Saved data entries
════════════════
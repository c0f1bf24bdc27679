import * as fc from 'fast-check';
import { readCsv, type CsvLimits } from '@/server/ingest/csv-read';
import type { SampleBatch } from '@/server/interfaces/sample-store';
import type { ImportMapping } from '@/shared/contracts/data';

const mapping: ImportMapping = {
  delimiter: ',',
  decimal: '.',
  headerRow: true,
  timeColumn: 0,
  timeFormat: 'iso',
  valueColumn: 1,
  unit: 'urad',
};
const limits: CsvLimits = { nowUtcMs: Date.UTC(2031, 3, 1) };

async function* pieces(text: string, size = 7): AsyncGenerator<Uint8Array> {
  const bytes = Buffer.from(text);
  for (let from = 0; from < bytes.length; from += size) yield bytes.subarray(from, from + size);
}

async function read(text: string, change: Partial<ImportMapping> = {}, more: Partial<CsvLimits> = {}) {
  const batches: SampleBatch[] = [];
  const reading = await readCsv(pieces(text), {
    mapping: { ...mapping, ...change },
    limits: { ...limits, ...more },
    take: async (batch) => void batches.push(batch),
  });
  return { ...reading, utcMs: batches.flatMap((batch) => [...batch.utcMs]), value: batches.flatMap((batch) => [...batch.value]) };
}

const row = (second: number, value: string) => `2031-03-14T22:00:${String(second).padStart(2, '0')}Z,${value}\n`;
const header = 'time_utc,deflection_urad\n';

describe('reading a deflection CSV', () => {
  it('gives every row its instant and its value', async () => {
    const reading = await read(`${header}2031-03-14T22:00:00.123456Z,1.5\n2031-03-14T23:00:01.5+01:00,-2e-1\n`);
    expect(reading).toMatchObject({ rows: 2, problemCount: 0, value: [1.5, -0.2], medianIntervalS: expect.closeTo(1.376544, 6) });
    expect(reading.utcMs).toEqual([Date.UTC(2031, 2, 14, 22) + 123.456, Date.UTC(2031, 2, 14, 22, 0, 1, 500)]);
  });

  it.each<[string, string, Partial<ImportMapping>, { row: number | null; column: string | null; message: string }]>([
    ['a value missing', `${header}${row(0, '')}`, {}, { row: 2, column: 'deflection_urad', message: 'the value is empty' }],
    ['NaN', `${header}${row(0, '1')}${row(1, 'NaN')}`, {}, { row: 3, column: 'deflection_urad', message: 'the value is NaN' }],
    ['a word', `${header}${row(0, 'high')}`, {}, { row: 2, column: 'deflection_urad', message: '"high" is no number: write it like 12.5' }],
    [
      'the other decimal sign',
      `${header}2031-03-14T22:00:00Z,"1,5"\n`,
      {},
      { row: 2, column: 'deflection_urad', message: 'it has the decimal sign ","' },
    ],
    [
      'a thousands separator',
      `${header}2031-03-14T22:00:00Z,"1,234.5"\n`,
      {},
      { row: 2, column: 'deflection_urad', message: 'without thousands separators' },
    ],
    [
      'too few columns',
      `${header}2031-03-14T22:00:00Z\n`,
      {},
      { row: 2, column: null, message: 'the row has 1 columns, the mapping needs 2' },
    ],
    [
      'a column the file does not have',
      header + row(0, '1'),
      { valueColumn: 5 },
      { row: 1, column: null, message: 'the mapping names column 6, but the file has 2 columns: time_utc, deflection_urad' },
    ],
    ['an instant twice', `${header}${row(1, '1')}${row(1, '2')}`, {}, { row: 3, column: 'time_utc', message: 'comes twice' }],
    [
      'time going back',
      `${header}${row(5, '1')}${row(4, '2')}`,
      {},
      { row: 3, column: 'time_utc', message: 'the time goes back from 2031-03-14T22:00:05.000Z to 2031-03-14T22:00:04.000Z' },
    ],
    ['no zone', `${header}2031-03-14T22:00:00,1\n`, {}, { row: 2, column: 'time_utc', message: 'names no zone' }],
    [
      'two ways of writing time',
      `${header}${row(0, '1')}1931724001,2\n`,
      {},
      { row: 3, column: 'time_utc', message: 'is not ISO 8601: the mapping says ISO 8601, and all rows must be written in one way' },
    ],
    [
      'a date among numbers',
      `${header}1931724000,1\n${row(1, '1')}`,
      { timeFormat: 'epoch-s' },
      { row: 3, column: 'time_utc', message: 'is written as a date, but the mapping says seconds since 1970' },
    ],
    [
      'a local date',
      `${header}03/04/2031 22:00,1\n`,
      {},
      { row: 2, column: 'time_utc', message: 'reads differently in different countries' },
    ],
    [
      'a day that does not exist',
      `${header}2031-02-30T22:00:00Z,1\n`,
      {},
      { row: 2, column: 'time_utc', message: 'does not exist in the calendar' },
    ],
    [
      'milliseconds read as seconds',
      `${header}1931724000000,1\n`,
      { timeFormat: 'epoch-s' },
      { row: 2, column: 'time_utc', message: 'is the time format of the mapping right?' },
    ],
    ['the future', `${header}2031-05-14T22:00:00Z,1\n`, {}, { row: 2, column: 'time_utc', message: 'lies in the future' }],
    [
      'an open quotation',
      `${header}${row(0, '1')}"2031-03-14T22:00:01Z,2\n${row(2, '3')}`,
      {},
      { row: 4, column: null, message: 'a quotation mark is opened and never closed' },
    ],
    ['nothing at all', header, {}, { row: null, column: null, message: 'there is no row of data' }],
  ])('says where %s is', async (...[, text, change, problem]) => {
    const { problems } = await read(text, change);
    expect(problems[0]).toEqual({ ...problem, message: expect.stringContaining(problem.message) });
  });

  it('takes two instants that are kept as one for the same', async () => {
    const { problems } = await read('t,v\n1931724000.0000001,1\n1931724000.0000003,2\n', { timeFormat: 'epoch-s' });
    expect(problems).toMatchObject([{ row: 3, message: expect.stringContaining('comes twice') }]);
  });

  it('counts every problem and keeps the first hundred', async () => {
    const text =
      header +
      Array.from(
        { length: 150 },
        (_, index) => `2031-03-14T22:${String(Math.floor(index / 60)).padStart(2, '0')}:${String(index % 60).padStart(2, '0')}Z,x\n`,
      ).join('');
    const reading = await read(text);
    expect(reading.problems).toHaveLength(100);
    expect(reading.problemCount).toBe(150);
    expect(reading.rows).toBe(150);
  });

  it('counts elapsed time from the stated instant, with the decimal comma where stated', async () => {
    const reading = await read('t;v\n0,5;1,25\n1,5;-3\n', {
      delimiter: ';',
      decimal: ',',
      timeFormat: 'elapsed-s',
      elapsedFrom: '2031-03-14T22:00:00Z',
    });
    expect(reading).toMatchObject({
      problemCount: 0,
      value: [1.25, -3],
      utcMs: [Date.UTC(2031, 2, 14, 22) + 500, Date.UTC(2031, 2, 14, 22) + 1500],
    });
  });

  it('has a problem with elapsed time that leads out of the calendar, and with one that leads before any such measurement', async () => {
    const mapping = { timeFormat: 'elapsed-s', elapsedFrom: '2031-03-14T22:00:00Z' } as const;
    const reading = await read(`${header}0,1\n1.4949230677924e122,2\n-9e9,3\n`, mapping);
    expect(reading.problems.map(({ row, message }) => [row, message])).toEqual([
      [3, 'the time "1.4949230677924e122" would be far outside the calendar: is the time format of the mapping right?'],
      [4, 'the time "-9e9" would be the year 1746: is the time format of the mapping right?'],
    ]);
    expect(reading.value).toEqual([1]);
  });

  describe('local times of a zone', () => {
    const zone = { timeZone: 'Europe/Zurich' };
    const local = (times: string[]) => read(`${header}${times.map((time, index) => `${time},${String(index)}\n`).join('')}`, zone);

    it('are read by its clocks, in winter and in summer, to the microsecond; an offset in the row counts for more', async () => {
      const reading = await local(['2031-01-14T22:00:00.123456', '2031-02-14 22:00:00', '2031-02-14T22:00:00-05:00']);
      expect(reading).toMatchObject({ problemCount: 0 });
      expect(reading.utcMs).toEqual([Date.UTC(2031, 0, 14, 21) + 123.456, Date.UTC(2031, 1, 14, 21), Date.UTC(2031, 1, 15, 3)]);
    });

    // In 2030 the clocks of Switzerland are put forward on 31 March at 01:00 UTC and back on 27 October at 01:00 UTC (IANA time zone database, rule EU).
    it('that were left out or came twice are problems of their rows, with what would be right', async () => {
      const spring = await local(['2030-03-31T01:59:59', '2030-03-31T02:00:00', '2030-03-31T02:59:59', '2030-03-31T03:00:00']);
      expect(spring.problems.map(({ row, message }) => [row, message])).toEqual([
        [3, expect.stringContaining('"2030-03-31T02:00:00" did not exist in Europe/Zurich')],
        [4, expect.stringContaining('did not exist')],
      ]);
      expect(spring.utcMs).toEqual([Date.UTC(2030, 2, 31, 0, 59, 59), Date.UTC(2030, 2, 31, 1)]);
      const autumn = await local(['2030-10-27T01:59:59', '2030-10-27T02:00:00', '2030-10-27T02:59:59+01:00', '2030-10-27T03:00:00']);
      expect(autumn.problems).toEqual([{ row: 3, column: 'time_utc', message: expect.stringContaining('+02:00 or +01:00') }]);
      expect(autumn.utcMs).toEqual([Date.UTC(2030, 9, 26, 23, 59, 59), Date.UTC(2030, 9, 27, 1, 59, 59), Date.UTC(2030, 9, 27, 2)]);
    });
  });

  it.each([
    ['utf-16le', (text: string) => Buffer.from(`\ufeff${text}`, 'utf16le')],
    ['utf-16be', (text: string) => Buffer.from(text, 'utf16le').swap16()],
    ['latin-1', (text: string) => Buffer.from(text, 'latin1')],
  ] as const)('reads %s, wherever the stream is cut', async (encoding, encode) => {
    const bytes = encode(`time;Ausschlag (µrad)\n${row(0, '1.5').replace(',', ';')}${row(1, 'x').replace(',', ';')}`);
    const reading = await readCsv(
      (async function* () {
        for (let from = 0; from < bytes.length; from += 3) yield bytes.subarray(from, from + 3);
      })(),
      { mapping: { ...mapping, encoding, delimiter: ';' }, limits },
    );
    expect(reading.rows).toBe(2);
    expect(reading.problems).toEqual([{ row: 3, column: 'Ausschlag (µrad)', message: expect.stringContaining('"x" is no number') }]);
  });

  it('gives back what was written, wherever the stream is cut and however lines end', async () => {
    const samples = fc.array(fc.double({ noNaN: true, noDefaultInfinity: true }), { minLength: 1, maxLength: 40 });
    await fc.assert(
      fc.asyncProperty(
        samples,
        fc.record({ size: fc.integer({ min: 1, max: 50 }), end: fc.constantFrom('\n', '\r\n'), quoted: fc.boolean() }),
        async (values, { size, end, quoted }) => {
          const quote = quoted ? '"' : '';
          const text = `\ufeff${header.trim()}${end}${values.map((value, index) => `${quote}${String(1_931_724_000 + index)}${quote},${String(value)}`).join(end)}`;
          const taken: number[] = [];
          const reading = await readCsv(pieces(text, size), {
            mapping: { ...mapping, timeFormat: 'epoch-s' },
            limits,
            take: async (batch) => void taken.push(...batch.value),
          });
          expect(reading.problems).toEqual([]);
          expect(taken).toEqual(values.map((value) => value + 0));
        },
      ),
      { numRuns: 200 },
    );
  });
});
════════════════
Task description >>
Note down each line above where the word "push" occurs.

Answer for the task >>
    take: async (batch) => void batches.push(batch),
            take: async (batch) => void taken.push(...batch.value),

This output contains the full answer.